> _What you are asked to do_
Please print the entries below exactly, from the line with "shifted := fit(7*day+int64(time.Hour), 1)" through the line with "xs, ys = append(xs, x), append(ys, y)", including both of those lines and leaving out all others.

> _The input_
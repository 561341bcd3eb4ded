package rolling_test

import (
	"errors"
	"math"
	"math/rand/v2"
	"reflect"
	"testing"
	"time"

	"driftfit/rolling"
)

var (
	t2026 = time.Date(2026, 3, 1, 0, 0, 0, 0, time.UTC).UnixNano()
	day   = int64(24 * time.Hour)
)

func newSensor(t testing.TB, specs ...rolling.WindowSpec) *rolling.Sensor {
	t.Helper()
	s, err := rolling.NewSensor(specs...)
	if err != nil {
		t.Fatal(err)
	}
	return s
}

// finiteFit fails the test if any number in f is NaN or infinite.
func finiteFit(t *testing.T, f *rolling.Fit) {
	t.Helper()
	v := reflect.ValueOf(*f)
	var walk func(reflect.Value, string)
	walk = func(v reflect.Value, path string) {
		switch v.Kind() {
		case reflect.Float64:
			if x := v.Float(); math.IsNaN(x) || math.IsInf(x, 0) {
				t.Errorf("%v fit: %s = %v", f.Model, path, x)
			}
		case reflect.Array:
			for i := 0; i < v.Len(); i++ {
				walk(v.Index(i), path)
			}
		case reflect.Struct:
			for i := 0; i < v.NumField(); i++ {
				if v.Type().Field(i).IsExported() {
					walk(v.Field(i), path+"."+v.Type().Field(i).Name)
				}
			}
		}
	}
	walk(v, "")
}

func TestSensor_Solve_Degenerate(t *testing.T) {
	spec := rolling.WindowSpec{Span: 24 * time.Hour, Pane: time.Hour}
	at := func(h float64) int64 { return t2026 + int64(h*float64(time.Hour)) }
	cases := []struct {
		name                string
		readings            []rolling.Reading
		line, parabola, exp error
	}{
		{"empty", nil, rolling.ErrNotEnoughData, rolling.ErrNotEnoughData, rolling.ErrNotEnoughData},
		{"one", []rolling.Reading{{at(1), 5}}, rolling.ErrNotEnoughData, rolling.ErrNotEnoughData, rolling.ErrNotEnoughData},
		{"two", []rolling.Reading{{at(1), 5}, {at(2), 6}}, rolling.ErrNotEnoughData, rolling.ErrNotEnoughData, rolling.ErrNotEnoughData},
		{"one instant", []rolling.Reading{{at(1), 5}, {at(1), 6}, {at(1), 7}, {at(1), 8}},
			rolling.ErrNoTimeSpread, rolling.ErrNoTimeSpread, rolling.ErrNoTimeSpread},
		{"constant", []rolling.Reading{{at(1), 5}, {at(2), 5}, {at(3.5), 5}, {at(7), 5}},
			rolling.ErrConstant, rolling.ErrConstant, rolling.ErrConstant},
		{"two instants", []rolling.Reading{{at(1), 5}, {at(1), 6}, {at(2), 7}, {at(2), 8}},
			nil, rolling.ErrSingular, nil},
		{"no positive", []rolling.Reading{{at(1), -5}, {at(2), -6}, {at(3), 0}, {at(4), -8}},
			nil, nil, rolling.ErrNotEnoughData},
		{"two positive", []rolling.Reading{{at(1), -5}, {at(2), 6}, {at(3), 0}, {at(4), 8}},
			nil, nil, rolling.ErrNotEnoughData},
	}
	for _, tc := range cases {
		t.Run(tc.name, func(t *testing.T) {
			s := newSensor(t, spec)
			for _, r := range tc.readings {
				if err := s.Add(r); err != nil {
					t.Fatalf("Add(%v): %v", r, err)
				}
			}
			sol := s.Solve(0)
			for _, c := range []struct {
				f    *rolling.Fit
				want error
			}{{&sol.Line, tc.line}, {&sol.Parabola, tc.parabola}, {&sol.Exp, tc.exp}} {
				if !errors.Is(c.f.Err, c.want) || (c.want == nil && c.f.Err != nil) {
					t.Errorf("%v: Err = %v, want %v", c.f.Model, c.f.Err, c.want)
				}
				finiteFit(t, c.f)
			}
		})
	}
}

func TestSensor_Solve_ConstantKeepsLevel(t *testing.T) {
	s := newSensor(t, rolling.WindowSpec{Span: 24 * time.Hour, Pane: time.Hour})
	for i := range 10 {
		if err := s.Add(rolling.Reading{UnixNano: t2026 + int64(i)*int64(time.Hour), Value: 101.325}); err != nil {
			t.Fatal(err)
		}
	}
	sol := s.Solve(0)
	if sol.Line.Coef != [3]float64{101.325, 0, 0} || sol.Line.SE != [3]float64{} {
		t.Errorf("constant line: coef %v se %v, want level 101.325 and zero rates and errors", sol.Line.Coef, sol.Line.SE)
	}
}

func TestSensor_Add_Rejects(t *testing.T) {
	s := newSensor(t, rolling.WindowSpec{Span: 3 * time.Hour, Pane: time.Hour}, rolling.WindowSpec{Span: 24 * time.Hour, Pane: time.Hour})
	for _, v := range []float64{math.NaN(), math.Inf(1), math.Inf(-1)} {
		if err := s.Add(rolling.Reading{UnixNano: t2026, Value: v}); !errors.Is(err, rolling.ErrNonFinite) {
			t.Errorf("Add(%v) = %v, want ErrNonFinite", v, err)
		}
	}
	if err := s.Add(rolling.Reading{UnixNano: t2026 + 30*int64(time.Hour), Value: 1}); err != nil {
		t.Fatal(err)
	}
	// 5 h before the newest: too old for the 3 h window, inside the 24 h one.
	if err := s.Add(rolling.Reading{UnixNano: t2026 + 25*int64(time.Hour), Value: 1}); err != nil {
		t.Fatalf("Add inside the long window = %v", err)
	}
	if s.Late(0) != 1 || s.Late(1) != 0 {
		t.Errorf("Late = %d, %d, want 1, 0", s.Late(0), s.Late(1))
	}
	if err := s.Add(rolling.Reading{UnixNano: t2026, Value: 1}); !errors.Is(err, rolling.ErrTooOld) {
		t.Errorf("Add 30 h old = %v, want ErrTooOld", err)
	}
	if n := s.Solve(1).N; n != 2 {
		t.Errorf("N = %d, want 2: a rejected reading must leave no trace", n)
	}
}

// TestSensor_Solve_ExactCurves checks that readings lying exactly on a
// curve give back its coefficients: y = 3 − 0.25τ + 0.125τ² (τ in days)
// sampled every 3 h for 10 days, and y = 50·e^(0.1τ).
func TestSensor_Solve_ExactCurves(t *testing.T) {
	s := newSensor(t, rolling.WindowSpec{Span: 10 * 24 * time.Hour, Pane: 6 * time.Hour})
	last := t2026 + 10*day - 1
	for i := range 80 {
		tn := last - int64(i)*3*int64(time.Hour)
		tau := float64(tn-last) / float64(day)
		if err := s.Add(rolling.Reading{UnixNano: tn, Value: 3 - 0.25*tau + 0.125*tau*tau}); err != nil {
			t.Fatal(err)
		}
	}
	f := s.Solve(0).Parabola
	want := [3]float64{3, -0.25, 0.125}
	for j := range want {
		if math.Abs(f.Coef[j]-want[j]) > 1e-12 {
			t.Errorf("parabola c%d = %.17g, want %g", j, f.Coef[j], want[j])
		}
	}
	e := newSensor(t, rolling.WindowSpec{Span: 10 * 24 * time.Hour, Pane: 6 * time.Hour})
	for i := range 80 {
		tn := last - int64(i)*3*int64(time.Hour)
		tau := float64(tn-last) / float64(day)
		if err := e.Add(rolling.Reading{UnixNano: tn, Value: 50 * math.Exp(0.1*tau)}); err != nil {
			t.Fatal(err)
		}
	}
	g := e.Solve(0).Exp
	if math.Abs(g.Coef[0]-math.Log(50)) > 1e-12 || math.Abs(g.Coef[1]-0.1) > 1e-12 {
		t.Errorf("exp coef = %v, want [ln 50, 0.1]", g.Coef[:2])
	}
	days, _, _, _, err := g.Doubling()
	if err != nil || math.Abs(days-math.Ln2/0.1) > 1e-9 {
		t.Errorf("Doubling = %v, %v, want ln2/0.1 = %v", days, err, math.Ln2/0.1)
	}
}

// TestSensor_Solve_Invariants checks on noisy data that shifting every
// time by the same amount leaves the fit unchanged, and that scaling the
// values scales level, rates, errors and residual SD alike.
func TestSensor_Solve_Invariants(t *testing.T) {
	seed := uint64(20261201)
	t.Logf("seed %d", seed)
	rng := rand.New(rand.NewPCG(seed, 0))
	spec := rolling.WindowSpec{Span: 7 * 24 * time.Hour, Pane: time.Hour}
	type rd = rolling.Reading
	var rs []rd
	for range 2000 {
		tn := t2026 + rng.Int64N(7*day)
		tau := float64(tn-t2026) / float64(day)
		rs = append(rs, rd{tn, 200 + 0.3*tau - 0.01*tau*tau + rng.NormFloat64()})
	}
	fit := func(shift int64, scale float64) rolling.Solution {
		s := newSensor(t, spec)
		for _, r := range rs {
			if err := s.Add(rd{r.UnixNano + shift, r.Value * scale}); err != nil {
				t.Fatal(err)
			}
		}
		return s.Solve(0)
	}
	base := fit(0, 1)
	shifted := fit(7*day+int64(time.Hour), 1) // whole panes: same readings per pane
	scaled := fit(0, 1000)
	close := func(what string, got, want float64) {
		t.Helper()
		if math.Abs(got-want) > 1e-10*math.Abs(want) {
			t.Errorf("%s = %.17g, want %.17g", what, got, want)
		}
	}
	for _, m := range rolling.Models {
		b, s, c := base.Fit(m), shifted.Fit(m), scaled.Fit(m)
		for j := 0; j < m.Coefs(); j++ {
			close(m.String()+" shifted coef", s.Coef[j], b.Coef[j])
			close(m.String()+" shifted se", s.SE[j], b.SE[j])
			if m != rolling.Exp {
				close(m.String()+" scaled coef", c.Coef[j], 1000*b.Coef[j])
				close(m.String()+" scaled se", c.SE[j], 1000*b.SE[j])
			}
		}
		close(m.String()+" shifted R2", s.R2, b.R2)
		if m == rolling.Exp {
			// ln(1000·y) = ln 1000 + ln y: only the level moves.
			close("exp scaled c0", c.Coef[0], b.Coef[0]+math.Log(1000))
			close("exp scaled c1", c.Coef[1], b.Coef[1])
		}
	}
}

// TestFit_Predict checks the prediction interval of a line against the
// textbook formula for simple linear regression (e.g. Montgomery & Runger,
// Applied Statistics and Probability for Engineers, the prediction
// interval on a future observation):
//
//	ŷ(x₀) ± t(0.975, n−2) · s · √(1 + 1/n + (x₀ − x̄)²/Sxx)
func TestFit_Predict(t *testing.T) {
	seed := uint64(7)
	t.Logf("seed %d", seed)
	rng := rand.New(rand.NewPCG(seed, 0))
	s := newSensor(t, rolling.WindowSpec{Span: 30 * 24 * time.Hour, Pane: 24 * time.Hour})
	var xs, ys []float64
	for range 60 {
		tn := t2026 + rng.Int64N(30*day)
		x := float64(tn-t2026) / float64(day)
		y := 20 + 0.05*x + 0.3*rng.NormFloat64()
		xs, ys = append(xs, x), append(ys, y)
		if err := s.Add(rolling.Reading{UnixNano: tn, Value: y}); err != nil {
			t.Fatal(err)
		}
	}
	f := s.Solve(0).Line
	n := float64(len(xs))
	var mx, my float64
	for i := range xs {
		mx += xs[i] / n
		my += ys[i] / n
	}
	var sxx, sxy float64
	for i := range xs {
		sxx += (xs[i] - mx) * (xs[i] - mx)
		sxy += (xs[i] - mx) * (ys[i] - my)
	}
	b1 := sxy / sxx
	b0 := my - b1*mx
	var rss float64
	for i := range xs {
		r := ys[i] - b0 - b1*xs[i]
		rss += r * r
	}
	sd := math.Sqrt(rss / (n - 2))
	x0 := 45.0 // days after t2026: 15 days past the window
	at := time.Unix(0, t2026+int64(x0*float64(day)))
	p, err := f.Predict(at)
	if err != nil {
		t.Fatal(err)
	}
	want := b0 + b1*x0
	half := f.TCrit * sd * math.Sqrt(1+1/n+(x0-mx)*(x0-mx)/sxx)
	for _, c := range []struct {
		what      string
		got, want float64
	}{{"value", p.Value, want}, {"low", p.Low, want - half}, {"high", p.High, want + half}} {
		if math.Abs(c.got-c.want) > 1e-9*math.Abs(c.want) {
			t.Errorf("Predict %s = %.12g, want %.12g", c.what, c.got, c.want)
		}
	}
}

func TestFit_TimeToLimit(t *testing.T) {
	// y = 10 + 0.5τ exactly plus tiny alternating noise, newest reading at τ = 0.
	s := newSensor(t, rolling.WindowSpec{Span: 20 * 24 * time.Hour, Pane: 24 * time.Hour})
	last := t2026 + 20*day - 1
	for i := range 200 {
		tn := last - int64(i)*int64(2*time.Hour)
		tau := float64(tn-last) / float64(day)
		noise := 1e-3 * float64(1-2*(i%2))
		if err := s.Add(rolling.Reading{UnixNano: tn, Value: 10 + 0.5*tau + noise}); err != nil {
			t.Fatal(err)
		}
	}
	f := s.Solve(0).Line
	horizon := 365 * 24 * time.Hour
	days := func(d time.Duration) float64 { return d.Hours() / 24 }
	cases := []struct {
		name  string
		limit float64
		upper bool
		kind  rolling.CrossKind
		at    float64 // days, for CrossAhead
	}{
		{"upper ahead", 20, true, rolling.CrossAhead, 20},
		{"upper past", 9, true, rolling.CrossPast, 0},
		{"lower never", 5, false, rolling.CrossNever, 0},
		{"lower past", 11, false, rolling.CrossPast, 0},
		{"beyond horizon", 1000, true, rolling.CrossNever, 0},
	}
	for _, tc := range cases {
		t.Run(tc.name, func(t *testing.T) {
			c, err := f.TimeToLimit(tc.limit, tc.upper, horizon)
			if err != nil {
				t.Fatal(err)
			}
			if c.Kind != tc.kind {
				t.Fatalf("Kind = %v, want %v", c.Kind, tc.kind)
			}
			if tc.kind != rolling.CrossAhead {
				return
			}
			if math.Abs(days(c.At)-tc.at) > 1e-3 {
				t.Errorf("At = %.6f days, want %v", days(c.At), tc.at)
			}
			if !c.EarliestOK || !c.LatestOK || !(c.Earliest < c.At && c.At < c.Latest) {
				t.Errorf("band crossing %v (%v) .. %v (%v) does not bracket %v", c.Earliest, c.EarliestOK, c.Latest, c.LatestOK, c.At)
			}
			// At the band crossings the band edge sits on the limit.
			for _, e := range []struct {
				d    time.Duration
				edge func(rolling.Prediction) float64
			}{{c.Earliest, func(p rolling.Prediction) float64 { return p.High }}, {c.Latest, func(p rolling.Prediction) float64 { return p.Low }}} {
				p, _ := f.Predict(f.Last.Add(e.d))
				if math.Abs(e.edge(p)-tc.limit) > 1e-6 {
					t.Errorf("band edge at %v = %v, want %v", e.d, e.edge(p), tc.limit)
				}
			}
		})
	}
	sol := s.Solve(0)
	if _, err := sol.Exp.TimeToLimit(20, true, horizon); !errors.Is(err, rolling.ErrModel) {
		t.Errorf("exp TimeToLimit err = %v, want ErrModel", err)
	}
}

> _Answer for the task_
	shifted := fit(7*day+int64(time.Hour), 1) // whole panes: same readings per pane
	scaled := fit(0, 1000)
	close := func(what string, got, want float64) {
		t.Helper()
		if math.Abs(got-want) > 1e-10*math.Abs(want) {
			t.Errorf("%s = %.17g, want %.17g", what, got, want)
		}
	}
	for _, m := range rolling.Models {
		b, s, c := base.Fit(m), shifted.Fit(m), scaled.Fit(m)
		for j := 0; j < m.Coefs(); j++ {
			close(m.String()+" shifted coef", s.Coef[j], b.Coef[j])
			close(m.String()+" shifted se", s.SE[j], b.SE[j])
			if m != rolling.Exp {
				close(m.String()+" scaled coef", c.Coef[j], 1000*b.Coef[j])
				close(m.String()+" scaled se", c.SE[j], 1000*b.SE[j])
			}
		}
		close(m.String()+" shifted R2", s.R2, b.R2)
		if m == rolling.Exp {
			// ln(1000·y) = ln 1000 + ln y: only the level moves.
			close("exp scaled c0", c.Coef[0], b.Coef[0]+math.Log(1000))
			close("exp scaled c1", c.Coef[1], b.Coef[1])
		}
	}
}

// TestFit_Predict checks the prediction interval of a line against the
// textbook formula for simple linear regression (e.g. Montgomery & Runger,
// Applied Statistics and Probability for Engineers, the prediction
// interval on a future observation):
//
//	ŷ(x₀) ± t(0.975, n−2) · s · √(1 + 1/n + (x₀ − x̄)²/Sxx)
func TestFit_Predict(t *testing.T) {
	seed := uint64(7)
	t.Logf("seed %d", seed)
	rng := rand.New(rand.NewPCG(seed, 0))
	s := newSensor(t, rolling.WindowSpec{Span: 30 * 24 * time.Hour, Pane: 24 * time.Hour})
	var xs, ys []float64
	for range 60 {
		tn := t2026 + rng.Int64N(30*day)
		x := float64(tn-t2026) / float64(day)
		y := 20 + 0.05*x + 0.3*rng.NormFloat64()
		xs, ys = append(xs, x), append(ys, y)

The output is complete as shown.